Exercise requirements
Please find all lines in the data that hold the string "least" and copy them.
(Data section begins)
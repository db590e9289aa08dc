"""Named arrays in .mat files of version 5, read without trust.

Read here and not by scipy.io.loadmat, which crashes the whole process on some damaged files. Only real full matrices of
numbers and of characters are known: structures, cells, objects, function handles and sparse matrices are refused by
the class in their header. Layout of the format: MathWorks, "MAT-File Format", level 5 (from memory; the tests compare
with scipy.io.savemat).
"""

from __future__ import annotations

import struct
import zlib
from collections.abc import Iterator
from pathlib import Path
from typing import NamedTuple

import numpy as np

from layout.anatomy.untrusted import one_sentence
from layout.errors import FileError
from layout.physics import array_limits
from layout.physics.array_limits import as_wanted, check_array, check_texts, missing

_FILE_HEADER, _MATRIX, _COMPRESSED = 128, 14, 15
_CHAR = 4
_NUMBER_CLASSES = {6: "f8", 7: "f4", 8: "i1", 9: "u1", 10: "i2", 11: "u2", 12: "i4", 13: "u4", 14: "i8", 15: "u8"}
_OTHER_CLASSES = {1: "cell", 2: "structure", 3: "object", 5: "sparse matrix", 16: "function handle"}
_DATA_TYPES = {1: "i1", 2: "u1", 3: "i2", 4: "u2", 5: "i4", 6: "u4", 7: "f4", 9: "f8", 12: "i8", 13: "u8"}
_ENCODINGS = {16: "utf-8", 17: "utf-16", 18: "utf-32"}
_COMPLEX, _LOGICAL = 0x0800, 0x0200
_MATRIX_HEADER = 4096  # bytes that hold flags, dimensions and name of any sane matrix


class _Header(NamedTuple):
    """Class, flags, dimensions and name of a matrix, and where its data begin in the element."""

    kind: int
    flags: int
    shape: tuple[int, ...]
    name: str
    data_at: int


def write_mat(path: Path, values: dict[str, object]) -> None:
    """Each value as a matrix, texts as char matrices padded with blanks."""
    from scipy.io import savemat

    with path.open("wb") as file:
        savemat(file, {name: np.asarray(value) for name, value in values.items()}, format="5", oned_as="column")


def read_mat(path: Path, wanted: dict[str, str]) -> dict[str, object]:
    """The wanted arrays, name -> what they are to be (see `array_limits.as_wanted`). Raises FileError."""
    found: dict[str, object] = {}
    budget = array_limits.LARGEST_FILE
    with one_sentence(path, "the .mat file"):
        for order, packed, content in _elements(path):
            header = _matrix_header(order, _unfold(content, _MATRIX_HEADER) if packed else content[:_MATRIX_HEADER])
            if header.name not in wanted:
                continue
            if header.name in found:
                raise FileError(f"{path}: must hold each array once, but {header.name} is there twice")
            budget = _check(path, header, budget)
            # numbers may be stored in fewer bytes than they have, never in more
            room = _MATRIX_HEADER + 8 * int(np.prod(header.shape, dtype=object))
            value = _value(order, header, _unfold(content, room) if packed else content)
            found[header.name] = as_wanted(path, header.name, wanted[header.name], value)
    for name in wanted:
        if name not in found:
            raise missing(path, name)
    return found


def _elements(path: Path) -> Iterator[tuple[str, bool, bytes]]:
    """Byte order, whether it is compressed, and the content of each element of the file."""
    with path.open("rb") as file:
        start = file.read(_FILE_HEADER)
        if len(start) < _FILE_HEADER:
            raise ValueError("it ends in its header")
        order = {b"IM": "<", b"MI": ">"}.get(start[126:128])
        version = struct.unpack(f"{order or '<'}H", start[124:126])[0]
        if version == 0x0200 or start.startswith(b"\x89HDF"):
            raise FileError(
                f"{path}: must be of version 5 (save it with -v7, or as .h5), but a file of version 7.3 was given"
            )
        if order is None or version != 0x0100:
            raise FileError(f"{path}: must be a .mat file of version 5, but its header is not of one")
        size = path.stat().st_size
        if size > array_limits.LARGEST_FILE:
            raise FileError(
                f"{path}: must take at most {array_limits.LARGEST_FILE // 2**20} MiB, but takes {size} bytes"
            )
        while file.tell() < size:
            tag = file.read(8)
            kind, length = struct.unpack(f"{order}II", tag)
            if kind not in (_MATRIX, _COMPRESSED) or length > size - file.tell():
                raise ValueError("it has an element that is no matrix or does not fit into the file")
            yield order, kind == _COMPRESSED, file.read(length)


def _unfold(content: bytes, most: int) -> bytes:
    """The first bytes, `most` at the most, of the matrix in a compressed element (its own tag left out)."""
    return zlib.decompressobj().decompress(content, most + 8)[8:]


def _part(order: str, content: bytes, at: int) -> tuple[int, bytes, int]:
    """Type and bytes of the part of a matrix that begins at `at`, and where the next one does."""
    kind, length = struct.unpack_from(f"{order}II", content, at)
    if kind >> 16:  # a short one: length and type share the first word, the data are in the second
        kind, length, begin, after = kind & 0xFFFF, kind >> 16, at + 4, at + 8
        if length > 4:
            raise ValueError("it has a short part of more than four bytes")
    else:
        begin, after = at + 8, at + 8 + length + -length % 8
    if begin + length > len(content):
        raise ValueError("it has a part that does not fit into its matrix")
    return kind, content[begin : begin + length], after


def _matrix_header(order: str, content: bytes) -> _Header:
    kind, flags, at = _part(order, content, 0)
    if kind != 6 or len(flags) != 8:
        raise ValueError("it has a matrix without flags")
    word = struct.unpack(f"{order}I", flags[:4])[0]
    if word & 0xFF not in _NUMBER_CLASSES and word & 0xFF != _CHAR:
        return _Header(word & 0xFF, word, (), _name_of_other(order, content, at), 0)
    kind, dimensions, at = _part(order, content, at)
    if kind != 5 or len(dimensions) % 4 or not 8 <= len(dimensions) <= 128:
        raise ValueError("it has a matrix without dimensions")
    shape = struct.unpack(f"{order}{len(dimensions) // 4}i", dimensions)
    if min(shape) < 0:
        raise ValueError("it has a matrix of negative size")
    _, name, at = _part(order, content, at)
    return _Header(word & 0xFF, word, shape, name.decode("latin-1"), at)


def _name_of_other(order: str, content: bytes, at: int) -> str:
    """The name of a matrix of a class that is not read; opaque ones have theirs where the dimensions would be."""
    kind, first, after = _part(order, content, at)
    return (first if kind == 1 else _part(order, content, after)[1]).decode("latin-1")


def _check(path: Path, header: _Header, budget: int) -> int:
    """Refuses other classes, complex values, logical ones and sizes beyond the budget; returns what is left of it."""
    if header.kind not in _NUMBER_CLASSES and header.kind != _CHAR:
        other = _OTHER_CLASSES.get(header.kind, "value of another class")
        hint = " (texts are char matrices, one row each: char(names))" if other == "cell" else ""
        raise FileError(
            f"{path}: {header.name} must be a matrix of numbers or characters{hint}, but a {other} was given"
        )
    if header.flags & (_COMPLEX | _LOGICAL):
        raise FileError(f"{path}: {header.name} must be real numbers or characters, but other values were given")
    if header.kind == _CHAR:
        if len(header.shape) != 2:
            raise FileError(
                f"{path}: {header.name} must be a char matrix, one row for each text, but {header.shape} was given"
            )
        check_texts(path, header.name, *header.shape)
        return budget
    return check_array(path, header.name, header.shape, np.dtype(_NUMBER_CLASSES[header.kind]), budget)


def _value(order: str, header: _Header, content: bytes) -> np.ndarray | tuple[str, ...]:
    """Numbers in the header's shape, or the rows of a char matrix without the blanks at their ends."""
    kind, data, _ = _part(order, content, header.data_at)
    count = int(np.prod(header.shape, dtype=object))
    if header.kind == _CHAR:
        text = _characters(order, kind, data)
        if len(text) != count:
            raise ValueError(f"{header.name} says {header.shape} and holds {len(text)} characters")
        return tuple(text[row :: header.shape[0]].rstrip() for row in range(header.shape[0]))
    numbers = np.frombuffer(data, order + _DATA_TYPES[kind])
    if len(numbers) != count:
        raise ValueError(f"{header.name} says {header.shape} and holds {len(numbers)} numbers")
    return numbers.reshape(header.shape, order="F")


def _characters(order: str, kind: int, data: bytes) -> str:
    if kind in _ENCODINGS:
        suffix = "" if kind == 16 else "-le" if order == "<" else "-be"
        return data.decode(_ENCODINGS[kind] + suffix)
    return "".join(map(chr, np.frombuffer(data, order + _DATA_TYPES[kind])))
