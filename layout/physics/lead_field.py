"""The lead field of electrodes and magnetometers on a head, by its quick sphere model."""

from __future__ import annotations

from dataclasses import dataclass

import numpy as np

from layout.anatomy.head import Head
from layout.physics.layered_sphere import electric_lead_field
from layout.physics.nearest_point import nearest_on_surface
from layout.physics.sarvas import magnetic_lead_field
from layout.physics.sphere_model import (
    Displacements,
    MappedSources,
    SphereModel,
    displacements,
    map_electrodes,
    map_magnetometers,
)
from layout.units import MM

EYE_DEPTH = 10 * MM  # an eyeball's centre is at least this far under the scalp sphere
EYE_CLIP = 0.9  # of the inner skull's radius, where a magnetometer would be inside the eye's radius
ROWS_AT_ONCE = 64


@dataclass(frozen=True)
class LeadField:
    """gain (n_channels, n_sources) for fixed moments, (n_channels, n_sources, 3) for free ones (head frame).

    Rows of electrodes [V/(A·m)], potential with zero mean over the outer sphere; rows of magnetometers
    [T/(A·m)].
    """

    gain: np.ndarray
    displacements: Displacements


def compute_lead_field(
    model: SphereModel,
    head: Head,
    positions: np.ndarray,
    axes: np.ndarray,
    is_electrode: np.ndarray,
    normals: np.ndarray,
    sources: MappedSources,
) -> LeadField:
    """Gain of each channel for a unit dipole at each source, channels and free moments in the head frame.

    Channels (n): positions (n, 3) [m], unit axes (n, 3) (ignored for electrodes), is_electrode (n,) bool,
    normals (n, 3) of the scalp at the site. Sources (m): as `map_sources` places them on this model, with normals for
    fixed orientation, without for free.

    Raises LayoutError where a sensor cannot be placed on the spheres.
    """
    is_electrode = np.asarray(is_electrode, bool)
    positions = np.asarray(positions, float).reshape(-1, 3)
    electrodes, points, turned_axes = _map_channels(model, head, positions, axes, is_electrode, normals)
    centred = sources.positions - model.centre
    electric = electric_lead_field(
        electrodes - model.centre, centred, model.radii, model.conductivities, moments=sources.normals
    )
    magnetic = magnetic_lead_field(points - model.centre, turned_axes, centred, moments=sources.normals)
    gain = _interleave(is_electrode, electric, magnetic)
    if sources.normals is None and head.sphere is None:
        for first in range(0, len(gain), ROWS_AT_ONCE):
            rows = slice(first, first + ROWS_AT_ONCE)
            gain[rows] = np.einsum("nmj,mjk->nmk", gain[rows], sources.rotations)
    return LeadField(gain, _displacements(sources, positions, is_electrode, electrodes, points))


def moved_onto_spheres(
    model: SphereModel,
    head: Head,
    positions: np.ndarray,
    axes: np.ndarray,
    is_electrode: np.ndarray,
    normals: np.ndarray,
    sources: MappedSources,
) -> Displacements:
    """How far the model moves these channels and sources; arguments as in `compute_lead_field`."""
    electrodes, points, _ = _map_channels(model, head, positions, axes, is_electrode, normals)
    return _displacements(sources, positions, is_electrode, electrodes, points)


def _displacements(
    sources: MappedSources,
    positions: np.ndarray,
    is_electrode: np.ndarray,
    electrodes: np.ndarray,
    points: np.ndarray,
) -> Displacements:
    return displacements(
        (sources.given, sources.positions),
        (positions[is_electrode], electrodes),
        (positions[~is_electrode], points),
        sources.clipped,
    )


def eye_field(
    model: SphereModel,
    head: Head,
    positions: np.ndarray,
    axes: np.ndarray,
    is_electrode: np.ndarray,
    normals: np.ndarray,
) -> np.ndarray:
    """Gain (n_channels, 2, 3) of a dipole (head frame) at the left and the right eyeball's centre.

    The eyes lie outside the brain shell and in front of the skull. Electrodes therefore see a homogeneous
    sphere of the outer radius with the scalp's conductivity [V/(A·m)]; the eye keeps its direction from the
    centre and its depth under the scalp (nearest distance, at least 10 mm). Magnetometers use the spherical
    formula with the eye at the same place [T/(A·m)]; if that is not inside the radius of every magnetometer,
    the eye's radius is clipped to 0.9 of the inner skull's for the magnetic rows. Moments are not turned: the
    eye's forward direction is the head's. Channels as in `compute_lead_field`.
    """
    is_electrode = np.asarray(is_electrode, bool)
    positions = np.asarray(positions, float).reshape(-1, 3)
    electrodes, points, turned_axes = _map_channels(model, head, positions, axes, is_electrode, normals)
    eyes = np.asarray(head.eyes, float) - model.centre
    distance = np.linalg.norm(eyes, axis=1, keepdims=True)
    if head.sphere is None:
        depth = nearest_on_surface(head.scalp, head.eyes).inside_depth[:, None]
    else:
        depth = model.outer_radius - distance
    radius = model.outer_radius - np.maximum(depth, EYE_DEPTH)
    eyes = eyes / distance * radius
    electric = electric_lead_field(electrodes - model.centre, eyes, model.radii[-1:], model.conductivities[-1:])
    points = points - model.centre
    if len(points) and radius.max() >= np.linalg.norm(points, axis=1).min():
        eyes = eyes * np.minimum(1.0, EYE_CLIP * model.inner_skull_radius / radius)
    return _interleave(is_electrode, electric, magnetic_lead_field(points, turned_axes, eyes))


def _map_channels(
    model: SphereModel,
    head: Head,
    positions: np.ndarray,
    axes: np.ndarray,
    is_electrode: np.ndarray,
    normals: np.ndarray,
) -> tuple[np.ndarray, np.ndarray, np.ndarray]:
    """Positions of the electrodes, positions and axes of the magnetometers, on the spheres."""
    coils = ~is_electrode
    points, turned = map_magnetometers(
        model, head, positions[coils], np.asarray(axes)[coils], np.asarray(normals)[coils]
    )
    return map_electrodes(model, positions[is_electrode]), points, turned


def _interleave(is_electrode: np.ndarray, electric: np.ndarray, magnetic: np.ndarray) -> np.ndarray:
    """Rows back in the order of the channels; no copy where all are of one kind."""
    if is_electrode.all():
        return electric
    if not is_electrode.any():
        return magnetic
    gain = np.empty((len(is_electrode), *electric.shape[1:]))
    gain[is_electrode] = electric
    gain[~is_electrode] = magnetic
    return gain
(Data section ends)
Answer to this problem
EYE_DEPTH = 10 * MM  # an eyeball's centre is at least this far under the scalp sphere
    centre and its depth under the scalp (nearest distance, at least 10 mm). Magnetometers use the spherical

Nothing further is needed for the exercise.